▶ _Recorded information_
import { describe, test, expect } from 'vitest';
import { usePoolWorld } from '../support/fixtures';
import { callRoute, json, sessionUser } from '../support/route';
import { makeUser } from '../support/fixtures';
import { tariffOn } from '@/lib/planning/orders.server';
import { Tariff } from '@/models';
import * as route from '@/pages/api/admin/tariffs';

const w = usePoolWorld();
const body = (extra: Record<string, unknown> = {}) => ({
  customerId: w.customer.id,
  freeDays: 14,
  dailyRate: '1.60',
  perTripFee: '24.00',
  lostBinFee: '780.00',
  currency: 'EUR',
  validFrom: '2026-01-01',
  ...extra,
});

describe('entering tariffs (admin)', () => {
  test('a first tariff, then a price change that ends it the day before; overlaps refused; others may not', async () => {
    const admin = sessionUser(await makeUser('admin', w.operator.id));
    const first = await callRoute(route.POST, { user: admin, path: '/api/admin/tariffs', method: 'POST', body: body() });
    expect(first.status).toBe(201);
    expect((await json<{ data: { endedPrevious: unknown } }>(first)).data.endedPrevious).toBeNull();

    const change = await callRoute(route.POST, { user: admin, path: '/api/admin/tariffs', method: 'POST', body: body({ dailyRate: '1.75', validFrom: '2027-03-01' }) });
    expect(change.status).toBe(201);
    // 1 Mar 2027 − 1 day = 28 Feb 2027 (2027 is not a leap year)
    expect((await json<{ data: { endedPrevious: { validTo: string } } }>(change)).data.endedPrevious.validTo).toBe('2027-02-28');
    expect((await tariffOn(w.customer.id, '2027-02-28'))?.dailyRate).toBe('1.60');
    expect((await tariffOn(w.customer.id, '2027-03-01'))?.dailyRate).toBe('1.75');

    const overlap = await callRoute(route.POST, { user: admin, path: '/api/admin/tariffs', method: 'POST', body: body({ validFrom: '2026-06-01', validTo: '2026-06-30' }) });
    expect(overlap.status).toBe(422);
    expect((await json(overlap)).error?.message).toContain('1 Jan 2026 to 28 Feb 2027');
    const bad = await callRoute(route.POST, { user: admin, path: '/api/admin/tariffs', method: 'POST', body: body({ dailyRate: '1.605', currency: 'eur' }) });
    expect(bad.status).toBe(400);
    expect(await Tariff.count({ where: { customerId: w.customer.id } })).toBe(2);

    const list = await callRoute(route.GET, { user: admin, path: '/api/admin/tariffs', query: { customer: String(w.customer.id) } });
    expect((await json<{ data: { validFrom: string }[] }>(list)).data.map((t) => t.validFrom)).toEqual(['2027-03-01', '2026-01-01']);
    const planner = await callRoute(route.POST, { user: sessionUser(w.planner), path: '/api/admin/tariffs', method: 'POST', body: body({ validFrom: '2030-01-01' }) });
    expect(planner.status).toBe(403);
    const audit = await Tariff.sequelize!.query(`SELECT action FROM audit_entries WHERE entity_type = 'tariff' ORDER BY id`, { type: 'SELECT' });
    expect(audit.map((a) => (a as { action: string }).action)).toEqual(['tariff.create', 'tariff.end', 'tariff.create']);
  });

  test('the billing terms: liner and stop fees and the day count are kept; left out, the overdue rule’s defaults; bad ones refused', async () => {
    const admin = sessionUser(await makeUser('admin', w.operator.id));
    const terms = { linerFee: '6.50', stopFee: '45.00', firstDayCounts: true, lastDayCounts: false, hireStartsAt: 'dispatch', hireStopsAt: 'depot_receipt' };
    const res = await callRoute(route.POST, { user: admin, path: '/api/admin/tariffs', method: 'POST', body: body({ validFrom: '2028-01-01', ...terms }) });
    expect(res.status).toBe(201);
    const t = (await tariffOn(w.customer.id, '2028-01-01'))!;
    expect([t.linerFee, t.stopFee, t.firstDayCounts, t.lastDayCounts, t.hireStartsAt, t.hireStopsAt]).toEqual(['6.50', '45.00', true, false, 'dispatch', 'depot_receipt']);
    const before = (await tariffOn(w.customer.id, '2027-06-01'))!; // entered without them above
    expect([before.linerFee, before.stopFee, before.firstDayCounts, before.lastDayCounts, before.hireStartsAt, before.hireStopsAt]).toEqual([
      '0.00',
      '0.00',
      false,
      true,
      'delivery',
      'collection',
    ]);
    for (const bad of [{ hireStopsAt: 'whenever' }, { linerFee: '-1' }, { firstDayCounts: 'yes' }]) {
      const r = await callRoute(route.POST, { user: admin, path: '/api/admin/tariffs', method: 'POST', body: body({ validFrom: '2029-01-01', ...bad }) });
      expect(r.status, JSON.stringify(bad)).toBe(400);
    }
  });

  test('the customer’s own term columns follow the tariff in force: at once for one in force today, by the daily job for a later one', async () => {
    const { Organisation } = await import('@/models');
    const { runJobNow } = await import('@/lib/jobs/registry.server');
    const other = await Organisation.create({ name: 'Terms Customer', kind: 'customer', contactEmail: null, freeDays: 14 });
    const admin = sessionUser(await makeUser('admin', w.operator.id));
    const post = (extra: Record<string, unknown>) =>
      callRoute(route.POST, { user: admin, path: '/api/admin/tariffs', method: 'POST', body: body({ customerId: other.id, ...extra }) });
    expect((await post({ validFrom: '2020-01-01', freeDays: 21, dailyRate: '1.90' })).status).toBe(201);
    await other.reload();
    expect([other.freeDays, other.dailyRate]).toEqual([21, '1.90']);
    expect((await post({ validFrom: '2031-01-01', freeDays: 30, dailyRate: '2.10' })).status).toBe(201);
    await other.reload();
    expect(other.freeDays).toBe(21); // not in force yet
    expect(await runJobNow('tariff-terms', { now: new Date('2031-01-01T00:05:00Z') })).toMatchObject({ changed: 1 });
    await other.reload();
    expect([other.freeDays, other.dailyRate]).toEqual([30, '2.10']);
    expect(await runJobNow('tariff-terms', { now: new Date('2031-01-02T00:05:00Z') })).toMatchObject({ changed: 0 });
  });
});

▶ _What you are asked to do_
Copy only this part of the entries above: the line with "const before = (await", the line with "expect(other.freeDays).toBe(21); // not", and the lines between, all exactly as written.

▶ _Problem solution_
    const before = (await tariffOn(w.customer.id, '2027-06-01'))!; // entered without them above
    expect([before.linerFee, before.stopFee, before.firstDayCounts, before.lastDayCounts, before.hireStartsAt, before.hireStopsAt]).toEqual([
      '0.00',
      '0.00',
      false,
      true,
      'delivery',
      'collection',
    ]);
    for (const bad of [{ hireStopsAt: 'whenever' }, { linerFee: '-1' }, { firstDayCounts: 'yes' }]) {
      const r = await callRoute(route.POST, { user: admin, path: '/api/admin/tariffs', method: 'POST', body: body({ validFrom: '2029-01-01', ...bad }) });
      expect(r.status, JSON.stringify(bad)).toBe(400);
    }
  });

  test('the customer’s own term columns follow the tariff in force: at once for one in force today, by the daily job for a later one', async () => {
    const { Organisation } = await import('@/models');
    const { runJobNow } = await import('@/lib/jobs/registry.server');
    const other = await Organisation.create({ name: 'Terms Customer', kind: 'customer', contactEmail: null, freeDays: 14 });
    const admin = sessionUser(await makeUser('admin', w.operator.id));
    const post = (extra: Record<string, unknown>) =>
      callRoute(route.POST, { user: admin, path: '/api/admin/tariffs', method: 'POST', body: body({ customerId: other.id, ...extra }) });
    expect((await post({ validFrom: '2020-01-01', freeDays: 21, dailyRate: '1.90' })).status).toBe(201);
    await other.reload();
    expect([other.freeDays, other.dailyRate]).toEqual([21, '1.90']);
    expect((await post({ validFrom: '2031-01-01', freeDays: 30, dailyRate: '2.10' })).status).toBe(201);
    await other.reload();
    expect(other.freeDays).toBe(21); // not in force yet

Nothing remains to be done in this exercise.